Deep Learning-Based Classification of Gamma Photon Interactions in Room-Temperature Semiconductor Radiation Detectors
This work addresses a critical bottleneck in medical imaging detectors like PET and CT by enabling better event classification, though it is incremental as it applies deep learning to a known problem in a specific domain.
The paper tackled the problem of distinguishing Compton scattering from photoelectric interactions in CdZnTeSe semiconductor radiation detectors, which is nearly impossible with conventional methods, and reported that their deep learning classifier CoPhNet achieved high classification accuracy and robustness under parameter shifts like SNR and incident energy.

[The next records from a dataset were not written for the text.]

"""Benchmark ``routerisk serve`` on a generated city: score and alternatives requests, first paint.

Run by hand:  python bench/bench_serve.py [--edges 100000 --requests 30]

In one run: a seeded city (``routerisk.testing.synthetic.write_city``) is built, the planning page is
served by uvicorn on a loopback port, and real HTTP requests (httpx) time ``/api/score`` and
``/api/alternatives`` for seeded ~5 km waypoint routes (start, two vias, end); then headless
chromium (tests/_live_browser.py) times the page from navigation until the network layer of
the visible area is drawn. Prints medians and writes bench/results/serve_<edges>.json.
"""

from __future__ import annotations

import argparse
import json
import statistics
import sys
import tempfile
import time
from pathlib import Path

HERE = Path(__file__).resolve().parent
sys.path.insert(0, str(HERE.parent))


def _routes(net, n: int, seed: int = 2) -> list[list[list[float]]]:
    import numpy as np

    g = net.graph
    rng = np.random.default_rng(seed)
    nodes = np.array(sorted(g.nodes))
    xy = np.array([[g.nodes[k]["x"], g.nodes[k]["y"]] for k in nodes])
    out = []
    while len(out) < n:
        pick = [int(rng.integers(len(nodes)))]
        for _ in range(3):  # legs of ~1.7 km
            d = np.hypot(*(xy - xy[pick[-1]]).T)
            near = np.flatnonzero((d > 1400) & (d < 2000))
            if len(near) == 0:
                break
            pick.append(int(rng.choice(near)))
        if len(pick) == 4:
            out.append(
                [[float(g.nodes[nodes[i]]["lon"]), float(g.nodes[nodes[i]]["lat"])] for i in pick]
            )
    return out


def main() -> None:
    """Build the city, serve it, time the requests and the page, write the results."""
    import httpx

    from routerisk.network.folder import build_network
    from routerisk.serve.app import create_app
    from routerisk.testing.synthetic import write_city
    from tests._browser import CHROMIUM
    from tests._live_browser import LiveServer, Session

    ap = argparse.ArgumentParser(description=__doc__.splitlines()[0])
    ap.add_argument("--edges", type=int, default=100000)
    ap.add_argument("--requests", type=int, default=30)
    args = ap.parse_args()
    with tempfile.TemporaryDirectory() as tmp:
        pbf = Path(tmp) / "city.osm.pbf"
        write_city(pbf, edges=args.edges, seed=1)
        net = build_network(pbf)
    t0 = time.perf_counter()
    app = create_app(net)
    start_s = time.perf_counter() - t0
    routes = _routes(net, args.requests)
    depart = "2027-03-09T08:10"
    res: dict[str, object] = {"edges": int(len(net.edges)), "app_start_s": round(start_s, 3)}
    with LiveServer(app) as server, httpx.Client(base_url=server.url, timeout=120) as c:
        c.post("api/score", json={"route": {"waypoints": routes[0]}, "departs": [depart]})
        times = {"score": [], "alternatives": []}
        for kind in times:
            for pts in routes[: args.requests if kind == "score" else max(5, args.requests // 3)]:
                t = time.perf_counter()
                r = c.post(f"api/{kind}", json={"route": {"waypoints": pts}, "departs": [depart]})
                times[kind].append(time.perf_counter() - t)
                assert r.status_code == 200, r.text
        for kind, ts in times.items():
            res[f"{kind}_median_s"] = round(statistics.median(ts), 4)
            res[f"{kind}_max_s"] = round(max(ts), 4)
            res[f"{kind}_n"] = len(ts)
        if CHROMIUM:
            with tempfile.TemporaryDirectory() as dl, Session(downloads=Path(dl)) as s:
                paints = []
                for i in range(3):
                    t = time.perf_counter()
                    s.goto(f"{server.url}?visit={i}")  # a new document each time
                    s.wait(
                        f"location.search === '?visit={i}' && typeof S !== 'undefined' "
                        "&& S.networkShown > 0 && new Promise(r => "
                        "requestAnimationFrame(() => r(true)))",
                        timeout=60,
                    )
                    paints.append(time.perf_counter() - t)
                res["first_paint_median_s"] = round(statistics.median(paints), 3)
                res["first_paint_segments"] = s.js("S.networkShown")
    print(json.dumps(res, indent=2))
    out = HERE / "results" / f"serve_{args.edges}.json"
    out.write_text(json.dumps(res, indent=2, sort_keys=True) + "\n")


if __name__ == "__main__":
    main()
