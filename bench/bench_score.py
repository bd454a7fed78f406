"""Benchmark scoring 1,000 routes of ~5 km on a generated 10,000-edge city.

Run by hand:  python bench/bench_score.py [--edges 10000 --routes 1000]

In one run: routes are seeded waypoint lists (start, end and three vias at street corners
about 5 km apart in total); routerisk joins them on the network and scores each (matching +
time-aware scoring); the baseline does the same joins with networkx.shortest_path and sums the
edge risk with pandas. Prints a table with the ratio and writes bench/results/score_<edges>.json.
"""

from __future__ import annotations

import argparse
import datetime as dt
import json
import sys
import tempfile
import time
from pathlib import Path

HERE = Path(__file__).resolve().parent
sys.path.insert(0, str(HERE.parent))


def main() -> None:
    import networkx as nx
    import numpy as np

    from routerisk.analysis import scoring
    from routerisk.io.routes import PlannedRoute
    from routerisk.network.folder import build_network
    from routerisk.testing.synthetic import write_city

    ap = argparse.ArgumentParser(description=__doc__.splitlines()[0])
    ap.add_argument("--edges", type=int, default=10000)
    ap.add_argument("--routes", type=int, default=1000)
    args = ap.parse_args()
    with tempfile.TemporaryDirectory() as tmp:
        pbf = Path(tmp) / "city.osm.pbf"
        write_city(pbf, edges=args.edges, seed=1)
        net = build_network(pbf)
    G = net.graph
    rng = np.random.default_rng(2)
    nodes = np.array(sorted(G.nodes))
    xy = np.array([[G.nodes[n]["x"], G.nodes[n]["y"]] for n in nodes])
    routes, node_lists = [], []
    while len(routes) < args.routes:
        pick = [int(rng.integers(len(nodes)))]
        for _ in range(4):  # legs of ~1.2 km
            d = np.hypot(*(xy - xy[pick[-1]]).T)
            near = np.flatnonzero((d > 900) & (d < 1500))
            if len(near) == 0:
                break
            pick.append(int(rng.choice(near)))
        if len(pick) < 5:
            continue
        ll = np.array([[G.nodes[nodes[i]]["lon"], G.nodes[nodes[i]]["lat"]] for i in pick])
        routes.append(PlannedRoute(f"r{len(routes)}", ll))
        node_lists.append([nodes[i] for i in pick])
    depart = dt.datetime(2027, 3, 9, 8, 0, tzinfo=net.timezone)
    t0 = time.perf_counter()
    scores = scoring.score_routes(net, routes, [depart])
    t_ours = time.perf_counter() - t0
    t0 = time.perf_counter()
    from routerisk.analysis.scoring import edge_risk_parts, minute_of_week

    m = minute_of_week(depart)
    for nl in node_lists:
        keys = []
        for a, b in zip(nl[:-1], nl[1:], strict=True):
            p = nx.shortest_path(G, a, b, weight="travel_time")
            keys += [
                (u, v, min(G[u][v], key=lambda k: G[u][v][k]["travel_time"]))
                for u, v in zip(p[:-1], p[1:], strict=True)
            ]
        edge_risk_parts(net.edges.loc[keys], net.profile, m)["total"].sum()
    t_base = time.perf_counter() - t0
    km = float(np.mean([s.length_km for s in scores]))
    res = {
        "edges": len(net.edges),
        "routes": len(scores),
        "mean_km": km,
        "seconds_routerisk": t_ours,
        "seconds_networkx_baseline": t_base,
        "ratio": t_ours / t_base,
    }
    print(f"{'stage':40s} {'seconds':>8s}")
    print(f"{'routerisk join + score':40s} {t_ours:8.2f}")
    print(f"{'networkx paths + pandas (baseline)':40s} {t_base:8.2f}")
    print(
        f"{len(scores)} routes, mean {km:.1f} km, {len(net.edges)} edges, ratio "
        f"{t_ours / t_base:.2f}"
    )
    (HERE / "results").mkdir(exist_ok=True)
    (HERE / "results" / f"score_{args.edges}.json").write_text(
        json.dumps(res, indent=2, sort_keys=True)
    )


if __name__ == "__main__":
    main()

Photon counting radiation detectors have become an integral part of medical imaging modalities such as Positron Emission Tomography or Computed Tomography. One of the most promising detectors is the wide bandgap room temperature semiconductor detectors, which depends on the interaction gamma/x-ray photons with the detector material involves Compton scattering which leads to multiple interaction photon events (MIPEs) of a single photon. For semiconductor detectors like CdZnTeSe (CZTS), which have a high overlap of detected energies between Compton and photoelectric events, it is nearly impossible to distinguish between Compton scattered events from photoelectric events using conventional readout electronics or signal processing algorithms. Herein, we report a deep learning classifier CoPhNet that distinguishes between Compton scattering and photoelectric interactions of gamma/x-ray photons with CdZnTeSe (CZTS) semiconductor detectors. Our CoPhNet model was trained using simulated data to resemble actual CZTS detector pulses and validated using both simulated and experimental data. These results demonstrated that our CoPhNet model can achieve high classification accuracy over the simulated test set. It also holds its performance robustness under operating parameter shifts such as Signal-Noise-Ratio (SNR) and incident energy. Our work thus laid solid foundation for developing next-generation high energy gamma-rays detectors for better biomedical imaging.